Stored data entries
· · ·
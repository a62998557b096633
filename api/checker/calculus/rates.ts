import type { Expr } from '../../../shared/maths/expression.ts';
import { letterOf } from './build.ts';

/** dy/dx as a letter of its own, spelt as it is displayed. */
export interface Rate {
  readonly of: string;
  readonly by: string;
  readonly order: number;
}

export function rateName({ of, by, order }: Rate): string {
  return order === 1 ? `\\frac{d${of}}{d${by}}` : `\\frac{d^{${order}}${of}}{d${by}^{${order}}}`;
}

export function rateExpr(rate: Rate): Expr {
  return letterOf(rateName(rate));
}

const pattern = /^\\frac\{d(?:\^\{(\d+)\})?(.+?)\}\{d(.+?)(?:\^\{\d+\})?\}$/;

/** The rate that a letter's name spells, null for an ordinary letter. */
export function rateNamed(name: string): Rate | null {
  const found = pattern.exec(name);
  if (!found) return null;
  return { order: found[1] ? Number(found[1]) : 1, of: found[2] as string, by: found[3] as string };
}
· · ·
The answer must be a single number: the count of lines above that contain the word "found".

3